◆ **What you need to do**
Print the records below word for word, beginning with the first line and ending once the line containing "const double kHalfPowerDB" is printed.

Stored data:
****************

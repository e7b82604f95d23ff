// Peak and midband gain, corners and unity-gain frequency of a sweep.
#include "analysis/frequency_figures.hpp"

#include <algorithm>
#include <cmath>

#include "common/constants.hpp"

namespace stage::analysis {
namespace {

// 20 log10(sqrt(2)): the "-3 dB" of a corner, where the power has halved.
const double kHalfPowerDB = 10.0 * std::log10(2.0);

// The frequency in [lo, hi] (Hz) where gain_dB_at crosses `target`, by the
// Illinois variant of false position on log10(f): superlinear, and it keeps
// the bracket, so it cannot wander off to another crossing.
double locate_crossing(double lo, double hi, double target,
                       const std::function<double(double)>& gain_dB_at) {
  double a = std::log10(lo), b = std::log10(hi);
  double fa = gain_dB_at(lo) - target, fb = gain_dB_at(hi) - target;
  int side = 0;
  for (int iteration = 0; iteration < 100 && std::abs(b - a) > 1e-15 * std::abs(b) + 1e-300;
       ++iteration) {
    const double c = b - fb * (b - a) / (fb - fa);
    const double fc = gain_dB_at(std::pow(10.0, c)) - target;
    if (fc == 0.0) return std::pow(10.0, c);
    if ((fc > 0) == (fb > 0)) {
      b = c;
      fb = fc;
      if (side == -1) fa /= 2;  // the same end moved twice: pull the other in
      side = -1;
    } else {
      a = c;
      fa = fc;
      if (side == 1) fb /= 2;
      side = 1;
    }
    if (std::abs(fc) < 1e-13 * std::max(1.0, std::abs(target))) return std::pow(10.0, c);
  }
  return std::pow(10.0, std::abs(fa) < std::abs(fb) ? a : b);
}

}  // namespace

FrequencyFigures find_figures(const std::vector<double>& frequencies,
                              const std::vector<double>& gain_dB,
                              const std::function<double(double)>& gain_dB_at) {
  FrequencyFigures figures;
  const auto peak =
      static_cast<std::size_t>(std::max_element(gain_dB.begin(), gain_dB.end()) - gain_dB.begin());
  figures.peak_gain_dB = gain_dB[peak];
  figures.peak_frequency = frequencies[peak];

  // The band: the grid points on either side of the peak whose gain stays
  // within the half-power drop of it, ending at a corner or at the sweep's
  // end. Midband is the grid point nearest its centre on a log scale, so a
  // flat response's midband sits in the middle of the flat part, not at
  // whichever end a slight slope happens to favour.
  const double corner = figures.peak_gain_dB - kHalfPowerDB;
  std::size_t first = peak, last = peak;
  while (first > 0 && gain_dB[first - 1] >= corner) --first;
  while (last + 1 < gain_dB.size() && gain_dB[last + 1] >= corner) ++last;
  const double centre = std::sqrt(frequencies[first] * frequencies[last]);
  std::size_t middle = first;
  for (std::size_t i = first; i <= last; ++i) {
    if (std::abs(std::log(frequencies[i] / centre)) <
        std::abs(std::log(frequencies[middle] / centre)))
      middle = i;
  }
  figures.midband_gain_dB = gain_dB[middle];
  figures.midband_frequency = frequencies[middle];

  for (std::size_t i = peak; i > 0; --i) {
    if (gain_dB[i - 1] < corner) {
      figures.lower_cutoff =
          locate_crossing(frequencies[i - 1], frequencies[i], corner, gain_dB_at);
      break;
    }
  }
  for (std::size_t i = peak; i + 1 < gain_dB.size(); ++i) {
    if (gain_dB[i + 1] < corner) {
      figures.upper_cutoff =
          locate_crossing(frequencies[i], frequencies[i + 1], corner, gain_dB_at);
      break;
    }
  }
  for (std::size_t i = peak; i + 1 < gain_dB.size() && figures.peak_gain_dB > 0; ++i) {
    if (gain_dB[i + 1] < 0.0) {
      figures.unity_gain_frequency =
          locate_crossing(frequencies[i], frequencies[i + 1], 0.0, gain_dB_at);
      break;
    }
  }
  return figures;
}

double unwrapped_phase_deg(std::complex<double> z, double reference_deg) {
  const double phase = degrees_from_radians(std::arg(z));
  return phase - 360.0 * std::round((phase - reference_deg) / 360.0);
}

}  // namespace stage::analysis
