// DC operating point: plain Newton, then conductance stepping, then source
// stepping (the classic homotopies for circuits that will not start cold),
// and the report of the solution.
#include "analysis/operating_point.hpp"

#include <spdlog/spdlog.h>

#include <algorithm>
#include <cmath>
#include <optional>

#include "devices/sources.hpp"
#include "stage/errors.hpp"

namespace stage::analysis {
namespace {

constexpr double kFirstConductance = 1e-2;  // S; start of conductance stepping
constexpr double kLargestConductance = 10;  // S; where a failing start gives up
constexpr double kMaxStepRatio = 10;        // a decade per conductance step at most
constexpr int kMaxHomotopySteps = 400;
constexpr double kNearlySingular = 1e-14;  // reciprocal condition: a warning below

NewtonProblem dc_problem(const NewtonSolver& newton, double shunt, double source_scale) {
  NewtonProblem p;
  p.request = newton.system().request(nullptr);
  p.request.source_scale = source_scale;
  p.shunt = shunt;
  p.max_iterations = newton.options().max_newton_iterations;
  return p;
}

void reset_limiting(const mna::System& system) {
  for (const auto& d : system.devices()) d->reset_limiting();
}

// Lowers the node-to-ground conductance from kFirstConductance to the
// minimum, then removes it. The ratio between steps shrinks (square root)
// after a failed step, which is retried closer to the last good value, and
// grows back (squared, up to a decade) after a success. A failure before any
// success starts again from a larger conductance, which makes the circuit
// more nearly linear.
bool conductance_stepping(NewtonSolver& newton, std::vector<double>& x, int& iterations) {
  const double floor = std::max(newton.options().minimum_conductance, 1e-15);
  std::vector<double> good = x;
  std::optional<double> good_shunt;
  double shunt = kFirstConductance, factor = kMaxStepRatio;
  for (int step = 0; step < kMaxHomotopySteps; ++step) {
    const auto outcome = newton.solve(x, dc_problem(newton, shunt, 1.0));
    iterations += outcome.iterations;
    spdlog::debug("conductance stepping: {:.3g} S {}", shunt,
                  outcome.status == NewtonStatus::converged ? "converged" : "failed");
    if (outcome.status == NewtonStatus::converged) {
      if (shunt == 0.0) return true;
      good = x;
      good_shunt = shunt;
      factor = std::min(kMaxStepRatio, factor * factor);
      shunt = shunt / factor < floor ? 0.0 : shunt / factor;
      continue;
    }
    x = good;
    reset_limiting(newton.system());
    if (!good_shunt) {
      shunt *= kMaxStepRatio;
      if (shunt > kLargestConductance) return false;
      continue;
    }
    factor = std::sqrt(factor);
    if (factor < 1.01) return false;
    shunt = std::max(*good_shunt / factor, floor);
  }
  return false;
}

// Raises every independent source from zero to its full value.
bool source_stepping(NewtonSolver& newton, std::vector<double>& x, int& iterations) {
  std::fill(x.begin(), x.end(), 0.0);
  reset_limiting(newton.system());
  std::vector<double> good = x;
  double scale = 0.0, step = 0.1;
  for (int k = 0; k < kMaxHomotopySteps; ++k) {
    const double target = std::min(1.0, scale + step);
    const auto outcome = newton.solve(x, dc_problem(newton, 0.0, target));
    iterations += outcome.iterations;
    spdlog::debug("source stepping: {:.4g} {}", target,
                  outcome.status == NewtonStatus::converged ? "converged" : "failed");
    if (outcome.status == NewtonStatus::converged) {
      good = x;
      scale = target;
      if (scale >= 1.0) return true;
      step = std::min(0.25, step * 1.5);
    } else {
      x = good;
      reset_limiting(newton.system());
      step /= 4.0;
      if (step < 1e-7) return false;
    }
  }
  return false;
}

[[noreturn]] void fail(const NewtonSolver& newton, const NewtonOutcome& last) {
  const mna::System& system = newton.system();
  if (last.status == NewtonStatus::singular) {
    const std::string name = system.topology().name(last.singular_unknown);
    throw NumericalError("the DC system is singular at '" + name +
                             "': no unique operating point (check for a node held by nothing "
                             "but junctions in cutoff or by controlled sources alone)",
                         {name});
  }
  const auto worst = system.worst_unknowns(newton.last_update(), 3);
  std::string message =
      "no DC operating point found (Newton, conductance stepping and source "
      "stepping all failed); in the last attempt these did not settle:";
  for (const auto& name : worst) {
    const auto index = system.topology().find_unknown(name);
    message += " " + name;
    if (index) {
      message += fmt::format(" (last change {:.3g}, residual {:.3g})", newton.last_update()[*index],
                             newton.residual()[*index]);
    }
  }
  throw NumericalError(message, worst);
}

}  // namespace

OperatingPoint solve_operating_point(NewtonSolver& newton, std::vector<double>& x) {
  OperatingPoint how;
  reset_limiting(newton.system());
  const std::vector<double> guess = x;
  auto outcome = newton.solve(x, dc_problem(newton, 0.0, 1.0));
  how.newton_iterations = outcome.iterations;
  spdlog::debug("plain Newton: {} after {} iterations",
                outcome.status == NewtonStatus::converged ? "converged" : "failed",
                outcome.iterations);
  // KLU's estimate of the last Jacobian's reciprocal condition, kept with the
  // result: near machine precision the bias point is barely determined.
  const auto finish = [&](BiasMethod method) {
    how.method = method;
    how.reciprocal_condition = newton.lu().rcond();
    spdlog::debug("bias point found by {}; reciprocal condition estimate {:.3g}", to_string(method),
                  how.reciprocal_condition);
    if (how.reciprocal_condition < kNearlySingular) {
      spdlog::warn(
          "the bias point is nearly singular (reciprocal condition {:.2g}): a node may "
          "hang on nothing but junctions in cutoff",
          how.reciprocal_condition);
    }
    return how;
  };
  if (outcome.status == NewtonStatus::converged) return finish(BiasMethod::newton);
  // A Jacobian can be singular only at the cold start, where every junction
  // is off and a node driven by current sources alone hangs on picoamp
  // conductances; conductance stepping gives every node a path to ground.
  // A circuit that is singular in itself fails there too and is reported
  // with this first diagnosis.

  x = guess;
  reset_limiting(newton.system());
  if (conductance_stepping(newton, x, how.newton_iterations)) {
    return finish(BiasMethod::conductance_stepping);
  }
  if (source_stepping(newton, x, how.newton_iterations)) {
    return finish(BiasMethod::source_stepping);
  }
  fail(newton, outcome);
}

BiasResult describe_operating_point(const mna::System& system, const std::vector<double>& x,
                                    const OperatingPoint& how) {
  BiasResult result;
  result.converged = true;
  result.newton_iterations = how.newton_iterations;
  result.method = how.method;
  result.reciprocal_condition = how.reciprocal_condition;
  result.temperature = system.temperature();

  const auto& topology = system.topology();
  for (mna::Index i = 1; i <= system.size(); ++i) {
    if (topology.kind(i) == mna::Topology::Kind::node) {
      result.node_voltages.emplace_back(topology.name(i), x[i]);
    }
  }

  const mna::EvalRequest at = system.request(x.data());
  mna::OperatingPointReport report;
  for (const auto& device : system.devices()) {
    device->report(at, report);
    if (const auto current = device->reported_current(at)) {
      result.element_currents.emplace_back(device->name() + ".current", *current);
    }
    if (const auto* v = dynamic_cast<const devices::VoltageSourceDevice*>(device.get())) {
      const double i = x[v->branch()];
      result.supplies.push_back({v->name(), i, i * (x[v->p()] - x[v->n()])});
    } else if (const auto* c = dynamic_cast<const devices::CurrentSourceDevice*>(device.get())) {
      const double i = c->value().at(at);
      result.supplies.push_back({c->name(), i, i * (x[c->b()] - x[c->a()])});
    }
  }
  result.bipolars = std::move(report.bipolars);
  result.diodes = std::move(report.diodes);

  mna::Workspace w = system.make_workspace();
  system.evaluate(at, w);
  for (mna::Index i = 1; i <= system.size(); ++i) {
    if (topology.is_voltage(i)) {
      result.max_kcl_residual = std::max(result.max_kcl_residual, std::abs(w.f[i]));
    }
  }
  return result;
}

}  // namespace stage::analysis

****************

◆ **Result for this task**
repository e7b82604f95d23ff
// Peak and midband gain, corners and unity-gain frequency of a sweep.
#include "analysis/frequency_figures.hpp"

#include <algorithm>
#include <cmath>

#include "common/constants.hpp"

namespace stage::analysis {
namespace {

// 20 log10(sqrt(2)): the "-3 dB" of a corner, where the power has halved.
const double kHalfPowerDB = 10.0 * std::log10(2.0);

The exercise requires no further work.